··· Dataset extract

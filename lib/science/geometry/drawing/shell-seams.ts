import { DisjointSets } from "../disjoint-sets";
import { apartByPlane, cornersOf, cutSegment } from "../fit/triangle-meeting";
import { eachClosePair, triangleBoxes, triangleTree } from "../fit/triangle-tree";
import type { Mesh, Vec3 } from "../mesh";
import type { MeshEdges } from "./mesh-edges";

/** A line along which two overlapping shells cut each other, such as a blade's root in a hub. */
export interface Seam {
  readonly from: Vec3;
  readonly to: Vec3;
  readonly triangleS: number;
  readonly triangleT: number;
}

/** More shells than these are a soup, whose seams would say nothing. */
const SHELLS_MAX = 80;

/**
 * Lines along which shells cut each other. Models are often drawn as shells that overlap; the joint between them has no
 * edge in the mesh, yet is what one sees. Empty for one shell, and for more than eighty.
 */
export function shellSeams(mesh: Mesh, edges: MeshEdges): Seam[] {
  const groups = shellTriangles(mesh, edges);
  if (groups.length < 2 || groups.length > SHELLS_MAX) return [];
  const boxes = triangleBoxes(mesh);
  const trees = groups.map((group) => triangleTree(mesh, group, boxes));
  const seams: Seam[] = [];
  trees.forEach((a, i) =>
    trees.slice(i + 1).forEach((b) =>
      eachClosePair(a, b, 0, (triangleS, triangleT) => {
        // Most close pairs lie on one side of each other.
        if (apartByPlane(mesh, triangleS, triangleT) || apartByPlane(mesh, triangleT, triangleS)) return;
        const cut = cutSegment(cornersOf(mesh, triangleS), cornersOf(mesh, triangleT));
        if (cut) seams.push({ from: cut[0], to: cut[1], triangleS, triangleT });
      }),
    ),
  );
  return seams;
}

function shellTriangles(mesh: Mesh, edges: MeshEdges): number[][] {
  const count = mesh.triangles.length / 3;
  const shells = new DisjointSets(count);
  for (let e = 0; e < edges.count; e++) {
    const [s = -1, t = -1] = [edges.sides[2 * e], edges.sides[2 * e + 1]];
    if (t >= 0) shells.join(s, t);
  }
  const groups = new Map<number, number[]>();
  for (let t = 0; t < count; t++) {
    const shell = shells.find(t);
    const group = groups.get(shell);
    if (group) group.push(t);
    else groups.set(shell, [t]);
  }
  return [...groups.values()];
}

······

• _Required work_:
Pull out every line from the one with "const [s = -1, t" to the end of the listing, and output only those.

• _Solution below_:
    const [s = -1, t = -1] = [edges.sides[2 * e], edges.sides[2 * e + 1]];
    if (t >= 0) shells.join(s, t);
  }
  const groups = new Map<number, number[]>();
  for (let t = 0; t < count; t++) {
    const shell = shells.find(t);
    const group = groups.get(shell);
    if (group) group.push(t);
    else groups.set(shell, [t]);
  }
  return [...groups.values()];
}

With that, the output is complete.